Data listing:
"""Exact numbers and exact polynomials: integer coefficients, greatest common divisors, repeated factors.

A polynomial is a tuple of integers, highest power first, without leading zeros; () is the zero polynomial.
"""

from __future__ import annotations

import math
from collections.abc import Iterable, Sequence
from fractions import Fraction
from numbers import Integral, Rational, Real
from typing import TypeAlias

from engine.errors import DesignError

IntPolynomial: TypeAlias = tuple[int, ...]

# Exponents of Mersenne primes (OEIS A000043): ready-made primes of any size that the arithmetic asks for.
MERSENNE_EXPONENTS = (61, 127, 521, 1279, 2203, 3217, 4423, 9689, 11213, 19937, 44497)


def exact_number(number: object, where: str) -> Fraction:
    """The number as a fraction; a double is read as the shortest decimal that prints as it.

    So 0.2 means 1/5, not the nearest binary fraction: (s + 0.1)² typed as coefficients 1, 0.2, 0.01 has its
    double root at -0.1 exactly. Against the binary value this moves a number by at most half a unit in its
    last place, as reading the text did.

    Raises DesignError at `where` for anything but a finite real number.
    """
    if isinstance(number, bool) or not isinstance(number, Real):
        raise DesignError(where, f"must be a number, is {_shown(number)}")
    try:
        approximate = float(number)
    except OverflowError:
        raise DesignError(where, "must be a finite number, is beyond 1e308") from None
    if not math.isfinite(approximate):
        raise DesignError(where, f"must be a finite number, is {approximate}")
    if isinstance(number, Integral):
        return Fraction(int(number))
    if isinstance(number, Rational):
        return Fraction(int(number.numerator), int(number.denominator))
    return Fraction(repr(approximate))


def _shown(number: object) -> str:
    text = repr(number)
    return text if len(text) <= 40 else text[:37] + "..."


def trimmed(coefficients: Sequence[int]) -> IntPolynomial:
    """Without leading zeros."""
    first = next((k for k, c in enumerate(coefficients) if c), len(coefficients))
    return tuple(coefficients[first:])


def split_content(coefficients: Iterable[Fraction]) -> tuple[Fraction, IntPolynomial]:
    """content · polynomial, the polynomial with coprime integers and a positive leading one.

    The zero polynomial gives (0, ()).
    """
    listed = list(coefficients)
    scale = math.lcm(*(c.denominator for c in listed))
    integers = trimmed([int(c * scale) for c in listed])
    if not integers:
        return Fraction(0), ()
    divisor = math.gcd(*integers) * (1 if integers[0] > 0 else -1)
    return Fraction(divisor, scale), tuple(c // divisor for c in integers)


def primitive(polynomial: Sequence[int]) -> IntPolynomial:
    """The polynomial over the greatest common divisor of its coefficients, leading coefficient positive."""
    cut = trimmed(polynomial)
    if not cut:
        return ()
    divisor = math.gcd(*cut) * (1 if cut[0] > 0 else -1)
    return tuple(c // divisor for c in cut)


def times(left: Sequence[int], right: Sequence[int]) -> IntPolynomial:
    """The product of two polynomials."""
    if not left or not right:
        return ()
    product = [0] * (len(left) + len(right) - 1)
    for i, a in enumerate(left):
        if a:
            for j, b in enumerate(right):
                product[i + j] += a * b
    return tuple(product)


def plus(left: Sequence[int], right: Sequence[int]) -> IntPolynomial:
    """The sum of two polynomials."""
    length = max(len(left), len(right))
    padded = ([0] * (length - len(p)) + list(p) for p in (left, right))
    return trimmed([a + b for a, b in zip(*padded, strict=True)])


def derivative(polynomial: Sequence[int]) -> IntPolynomial:
    """d/ds."""
    degree = len(polynomial) - 1
    return tuple(c * (degree - k) for k, c in enumerate(polynomial[:-1]))


def mirrored(polynomial: Sequence[int]) -> IntPolynomial:
    """p(-s), up to sign: leading coefficient kept."""
    return tuple(-c if k % 2 else c for k, c in enumerate(polynomial))


def exact_quotient(polynomial: Sequence[int], divisor: Sequence[int]) -> IntPolynomial | None:
    """polynomial / divisor where it divides with integers throughout, else None."""
    rest = list(polynomial)
    quotient = []
    for k in range(len(polynomial) - len(divisor) + 1):
        factor, remainder = divmod(rest[k], divisor[0])
        if remainder:
            return None
        quotient.append(factor)
        if factor:
            for j, d in enumerate(divisor):
                rest[k + j] -= factor * d
    return tuple(quotient) if not any(rest) else None


def common_divisor(left: IntPolynomial, right: IntPolynomial) -> IntPolynomial:
    """Greatest common divisor of two primitive polynomials, itself primitive; (1,) where they are coprime.

    Computed modulo Mersenne primes of growing size and proven by exact division: the degree modulo a prime
    that does not divide the leading coefficients is never too small, so a candidate that divides both is it.
    """
    if not left or not right:
        return left or right
    leading = math.gcd(left[0], right[0])
    for exponent in MERSENNE_EXPONENTS:
        prime = (1 << exponent) - 1
        if left[0] % prime == 0 or right[0] % prime == 0:
            continue
        found = _divisor_modulo(left, right, prime)
        if len(found) == 1:
            return (1,)
        lift = leading * pow(found[0], -1, prime) % prime
        candidate = primitive([_centred(c * lift % prime, prime) for c in found])
        if exact_quotient(left, candidate) is not None and exact_quotient(right, candidate) is not None:
            return candidate
    # Only coefficients of more than 13 000 digits come here; the limits at entry keep them out.
    raise DesignError("", "has coefficients too long to factor; give the model as zeros and poles")


def _centred(residue: int, prime: int) -> int:
    return residue - prime if residue > prime // 2 else residue


def _divisor_modulo(left: IntPolynomial, right: IntPolynomial, prime: int) -> list[int]:
    """Euclid's algorithm with cross-multiplied remainders, which need no inverse modulo the prime."""
    a = [c % prime for c in left]
    b = [c % prime for c in right]
    if len(a) < len(b):
        a, b = b, a
    while b:
        while len(a) >= len(b):
            top_a, top_b = a[0], b[0]
            head = [(top_b * x - top_a * y) % prime for x, y in zip(a, b, strict=False)]
            tail = [top_b * x % prime for x in a[len(b) :]]
            a = list(trimmed(head + tail))
        a, b = b, a
    return a


def repeated_factors(polynomial: IntPolynomial) -> list[tuple[IntPolynomial, int]]:
    """Factors without repeated roots and their multiplicity; their product is the primitive polynomial.

    Source: R. G. Tobey / E. Horowitz square-free decomposition, as in Knuth, TAOCP vol. 2, 4.6.2 exercise 34
    (from memory; the tests pin it by multiplying the factors back).
    """
    whole = primitive(polynomial)
    repeated = common_divisor(whole, primitive(derivative(whole)))
    single = _quotient(whole, repeated)
    factors = []
    multiplicity = 1
    while len(single) > 1:
        shared = common_divisor(single, repeated)
        here = _quotient(single, shared)
        if len(here) > 1:
            factors.append((here, multiplicity))
        single, repeated = shared, _quotient(repeated, shared)
        multiplicity += 1
    return factors


def _quotient(polynomial: IntPolynomial, divisor: IntPolynomial) -> IntPolynomial:
    quotient = exact_quotient(polynomial, divisor)
    if quotient is None:
        raise ArithmeticError("a common divisor does not divide")
    return primitive(quotient)
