"""Roots of an integer polynomial without repeated roots, each enclosed by a disc of its own.

Ehrlich-Aberth iteration, first in doubles, then in integer fixed point whose precision is doubled until the
discs are separate, tell real from complex, and are small beside each component.
"""

from __future__ import annotations

import math
from dataclasses import dataclass
from fractions import Fraction
from itertools import pairwise
from typing import TypeAlias

import numpy as np
from numpy.typing import NDArray

from engine.errors import DesignError
from engine.model.exact import IntPolynomial
from engine.model.factored import ComplexArray, FloatArray

ExactComplex: TypeAlias = tuple[Fraction, Fraction]
"""Real and imaginary part; good to 80 bits or more."""

PRECISIONS_BITS = (160, 320, 640, 1280)
ACCURACY_BITS = 80
SWEEPS = 60
MOST_EFFORT = 600_000
"""Bound on the fixed-point steps, counted as degree · precision; the hardest input takes about a second."""


def separated_roots(polynomial: IntPolynomial) -> list[ExactComplex]:
    """All roots in the closed upper half plane; a complex one stands for its pair.

    Parameters
    ----------
    polynomial : integers, no repeated root, no root at 0 and no two roots z, -z

    Raises DesignError where roots lie too close together to be told apart.

    Source: O. Aberth, Iteration methods for finding all zeros of a polynomial simultaneously, Math. Comp. 27
    (1973); enclosure: a disc of radius n·|p/p'| around z holds a root (P. Henrici, Applied and Computational
    Complex Analysis, vol. 1, 6.4; both from memory, pinned by the tests against other methods).
    """
    starts = _double_roots(polynomial)
    work = _FixedPoint.around(starts, PRECISIONS_BITS[0])
    for bits in PRECISIONS_BITS:
        work.refine_to(bits)
        radii = work.iterate(polynomial)
        if radii is not None:
            decided = work.decide(radii)
            if decided is not None:
                return decided
    raise _too_close()


def _too_close() -> DesignError:
    return DesignError("", "has roots too close together to be told apart; give the model as zeros and poles")


# First phase: doubles


def _double_roots(polynomial: IntPolynomial) -> ComplexArray:
    ascending = polynomial[::-1]
    mantissa = np.empty(len(ascending))
    exponent = np.empty(len(ascending), dtype=np.int64)
    for k, c in enumerate(ascending):
        shift = max(abs(c).bit_length() - 60, 0)
        mantissa[k], e = math.frexp(c >> shift)
        exponent[k] = e + shift
    z = _starting_points(mantissa, exponent)
    moving = np.ones(len(z), dtype=bool)
    for _ in range(SWEEPS):
        newton, noise = _newton_step(mantissa, exponent, z)
        moving &= ~noise
        if not moving.any():
            break
        difference = z[:, None] - z[None, :]
        # Coinciding approximations push each other apart by nothing here; the next phase separates them.
        with np.errstate(all="ignore"):
            pull = np.where(difference == 0, 0, 1 / np.where(difference == 0, 1, difference)).sum(axis=1)
            step = newton / (1 - newton * pull)
        step = np.where(np.isfinite(step) & moving, step, 0)
        z = z - step
        moving &= np.abs(step) > 1e-15 * np.abs(z)
    return z


def _starting_points(mantissa: FloatArray, exponent: NDArray[np.int64]) -> ComplexArray:
    """Circles whose radii follow the upper convex hull of log|c_k| (Newton polygon)."""
    used = [k for k in range(len(mantissa)) if mantissa[k]]
    log = {k: math.log2(abs(mantissa[k])) + float(exponent[k]) for k in used}
    hull: list[int] = []
    for k in used:
        while len(hull) > 1 and (log[hull[-1]] - log[hull[-2]]) * (k - hull[-2]) <= (log[k] - log[hull[-2]]) * (
            hull[-1] - hull[-2]
        ):
            hull.pop()
        hull.append(k)
    points: list[complex] = []
    for low, high in pairwise(hull):
        radius_log2 = (log[low] - log[high]) / (high - low)
        if abs(radius_log2) > 300:
            raise DesignError("", f"has roots near 1e{radius_log2 * math.log10(2):+.0f} rad/s; check its units")
        angles = 2 * np.pi * np.arange(high - low) / (high - low) + 0.7 + 0.3 * low
        points.extend(2.0**radius_log2 * np.exp(1j * angles))
    return np.array(points, dtype=np.complex128)


def _newton_step(
    mantissa: FloatArray, exponent: NDArray[np.int64], z: ComplexArray
) -> tuple[ComplexArray, NDArray[np.bool_]]:
    """p/p' at each z, and where p is no more than rounding noise."""
    with np.errstate(divide="ignore"):
        scale = np.frexp(np.abs(z))[1].astype(np.int64)
    powers = exponent[None, :] + np.arange(len(mantissa)) * scale[:, None]
    powers -= powers.max(axis=1, keepdims=True)
    terms = np.ldexp(mantissa[None, :], np.clip(powers, -2000, 0).astype(np.intc))
    unit = np.ldexp(1.0, -scale.astype(np.intc))
    u = z * unit
    size = np.abs(u)
    value = np.zeros(len(z), dtype=np.complex128)
    slope = np.zeros(len(z), dtype=np.complex128)
    bound = np.zeros(len(z))
    for k in range(len(mantissa) - 1, -1, -1):
        slope = slope * u + value
        value = value * u + terms[:, k]
        bound = bound * size + np.abs(terms[:, k])
    noise = np.abs(value) <= 4e-16 * len(mantissa) * bound
    with np.errstate(all="ignore"):
        return value / slope / unit, noise


# Second phase: integer fixed point


@dataclass
class _FixedPoint:
    """Approximations (x + iy)/2^scale as integers, with `bits` significant bits for the smallest root."""

    x: list[int]
    y: list[int]
    scale: int
    bits: int
    effort: int = 0

    @classmethod
    def around(cls, z: ComplexArray, bits: int) -> _FixedPoint:
        smallest = min(math.frexp(abs(c))[1] for c in z.tolist())
        scale = max(bits - smallest, 1)
        x = [int(Fraction(c.real) * (1 << scale)) for c in z.tolist()]
        y = [int(Fraction(c.imag) * (1 << scale)) for c in z.tolist()]
        return cls(x, y, scale, bits)

    def refine_to(self, bits: int) -> None:
        shift = bits - self.bits
        self.x = [v << shift for v in self.x]
        self.y = [v << shift for v in self.y]
        self.scale += shift
        self.bits = bits

    def iterate(self, polynomial: IntPolynomial) -> list[int] | None:
        """Sweep until every root stands in rounding noise; radii of their discs, None where one has none."""
        count = len(self.x)
        evaluator = _Evaluator(polynomial, self.bits + count + 16)
        waiting = set(range(count))
        for _ in range(SWEEPS):
            self.effort += len(waiting) * count * (1 + self.bits // 300)
            if self.effort > MOST_EFFORT:
                raise _too_close()
            for i in sorted(waiting):
                if self._improve(i, evaluator):
                    waiting.discard(i)
            if not waiting:
                break
        radii = [evaluator.radius(self.x[i], self.y[i], self.scale) for i in range(count)]
        return None if None in radii else [r for r in radii if r is not None]

    def _improve(self, i: int, evaluator: _Evaluator) -> bool:
        """One Aberth step for root i; True when it has arrived."""
        x, y = self.x[i], self.y[i]
        level = max(abs(x), abs(y)).bit_length() + 1 - self.scale  # |z| < 2^level
        step = evaluator.newton_step(x, y, self.scale, level)
        if step is None:
            # A stationary point of p: leave it sideways.
            self.x[i] += (abs(x) >> 8) + 3
            self.y[i] += (abs(y) >> 9) + 5
            return False
        nx, ny, arrived = step
        if arrived:
            return True
        unit = 1 << (self.scale + level)
        pull = 0j
        for j, (other_x, other_y) in enumerate(zip(self.x, self.y, strict=True)):
            if j != i:
                difference = complex((x - other_x) / unit, (y - other_y) / unit)
                if difference:
                    pull += 1 / difference
        newton = complex(nx / unit, ny / unit)
        damping = 1 - newton * pull
        factor = 1 / damping if abs(damping) > 1e-6 else 1 + 0.5j
        fx, fy = int(factor.real * 2.0**60), int(factor.imag * 2.0**60)
        self.x[i] = x - ((nx * fx - ny * fy) >> 60)
        self.y[i] = y - ((nx * fy + ny * fx) >> 60)
        return False

    def decide(self, radii: list[int]) -> list[ExactComplex] | None:
        """Real roots and upper halves of pairs, None where the discs do not settle it yet."""
        count = len(radii)
        spots = [(self.x[i], self.y[i], radii[i]) for i in range(count)]
        if any(_touch(spots[i], spots[j]) for i in range(count) for j in range(i)):
            return None
        roots: list[ExactComplex] = []
        unit = 1 << self.scale
        pairs = 0
        for i, (x, y, radius) in enumerate(spots):
            reach = radius << ACCURACY_BITS
            if abs(y) > radius:
                # Components relative to themselves: the damping of a light mode is its small real part.
                if reach > abs(y) or reach > abs(x):
                    return None
                pairs += 1 if y > 0 else -1
                if y > 0:
                    roots.append((Fraction(x, unit), Fraction(y, unit)))
            elif reach > abs(x) or any(_touch((x, -y, radius), spots[j]) for j in range(count) if j != i):
                return None
            else:
                # Its mirror image meets no other disc, so the root is its own conjugate.
                roots.append((Fraction(x, unit), Fraction(0)))
        return roots if pairs == 0 else None


def _touch(one: tuple[int, int, int], other: tuple[int, int, int]) -> bool:
    reach = one[2] + other[2]
    return (one[0] - other[0]) ** 2 + (one[1] - other[1]) ** 2 <= reach * reach


class _Evaluator:
    """p and p' by Horner's rule in fixed point, scaled to the size of the argument."""

    def __init__(self, polynomial: IntPolynomial, width: int) -> None:
        self._polynomial = polynomial
        self._width = width
        self._degree = len(polynomial) - 1
        # Each step truncates by less than 3 units and |u| < 1, so the errors only add up.
        self._value_error = 4 * len(polynomial)
        self._slope_error = 4 * len(polynomial) ** 2
        self._scaled: dict[int, list[int]] = {}

    def _coefficients(self, level: int) -> list[int]:
        known = self._scaled.get(level)
        if known is None:
            powers = [(self._degree - k) * level for k in range(self._degree + 1)]
            top = max(abs(c).bit_length() + p for c, p in zip(self._polynomial, powers, strict=True) if c)
            known = [_shifted(c, p + self._width - top) for c, p in zip(self._polynomial, powers, strict=True)]
            self._scaled[level] = known
        return known

    def _evaluate(self, x: int, y: int, scale: int, level: int) -> tuple[int, int, int, int]:
        width = self._width
        ux = _shifted(x, width - scale - level)
        uy = _shifted(y, width - scale - level)
        hx = hy = dx = dy = 0
        for c in self._coefficients(level):
            dx, dy = ((dx * ux - dy * uy) >> width) + hx, ((dx * uy + dy * ux) >> width) + hy
            hx, hy = ((hx * ux - hy * uy) >> width) + c, (hx * uy + hy * ux) >> width
        return hx, hy, dx, dy

    def newton_step(self, x: int, y: int, scale: int, level: int) -> tuple[int, int, bool] | None:
        """p/p' in the units of x and y, and whether p is down in the noise; None where p' is."""
        hx, hy, dx, dy = self._evaluate(x, y, scale, level)
        arrived = max(abs(hx), abs(hy)) <= self._value_error
        size = dx * dx + dy * dy
        if size <= self._slope_error**2:
            return None
        shift = scale + level
        nx = _shifted(hx * dx + hy * dy, shift) // size
        ny = _shifted(hy * dx - hx * dy, shift) // size
        return nx, ny, arrived or (nx in (0, -1) and ny in (0, -1))

    def radius(self, x: int, y: int, scale: int) -> int | None:
        """Radius of a disc around (x, y) that holds a root, in the same units; None where p' is noise."""
        level = max(abs(x), abs(y)).bit_length() + 1 - scale
        hx, hy, dx, dy = self._evaluate(x, y, scale, level)
        slope = math.isqrt(dx * dx + dy * dy) - self._slope_error
        if slope <= 0:
            return None
        value = math.isqrt(hx * hx + hy * hy) + 1 + self._value_error
        # The argument itself is cut to `width` bits: two more units cover that.
        return (
            _shifted(self._degree * value, scale + level) // slope + 2 + (1 << max(scale + level - self._width + 1, 0))
        )


def _shifted(number: int, bits: int) -> int:
    return number << bits if bits >= 0 else number >> -bits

Work instruction:
In the entries above, restate word for word the lines between the one holding "work.refine_to(bits)" and the one holding "whose radii follow", inclusive, and nothing besides.

Reply to the task:
        work.refine_to(bits)
        radii = work.iterate(polynomial)
        if radii is not None:
            decided = work.decide(radii)
            if decided is not None:
                return decided
    raise _too_close()


def _too_close() -> DesignError:
    return DesignError("", "has roots too close together to be told apart; give the model as zeros and poles")


# First phase: doubles


def _double_roots(polynomial: IntPolynomial) -> ComplexArray:
    ascending = polynomial[::-1]
    mantissa = np.empty(len(ascending))
    exponent = np.empty(len(ascending), dtype=np.int64)
    for k, c in enumerate(ascending):
        shift = max(abs(c).bit_length() - 60, 0)
        mantissa[k], e = math.frexp(c >> shift)
        exponent[k] = e + shift
    z = _starting_points(mantissa, exponent)
    moving = np.ones(len(z), dtype=bool)
    for _ in range(SWEEPS):
        newton, noise = _newton_step(mantissa, exponent, z)
        moving &= ~noise
        if not moving.any():
            break
        difference = z[:, None] - z[None, :]
        # Coinciding approximations push each other apart by nothing here; the next phase separates them.
        with np.errstate(all="ignore"):
            pull = np.where(difference == 0, 0, 1 / np.where(difference == 0, 1, difference)).sum(axis=1)
            step = newton / (1 - newton * pull)
        step = np.where(np.isfinite(step) & moving, step, 0)
        z = z - step
        moving &= np.abs(step) > 1e-15 * np.abs(z)
    return z


def _starting_points(mantissa: FloatArray, exponent: NDArray[np.int64]) -> ComplexArray:
    """Circles whose radii follow the upper convex hull of log|c_k| (Newton polygon)."""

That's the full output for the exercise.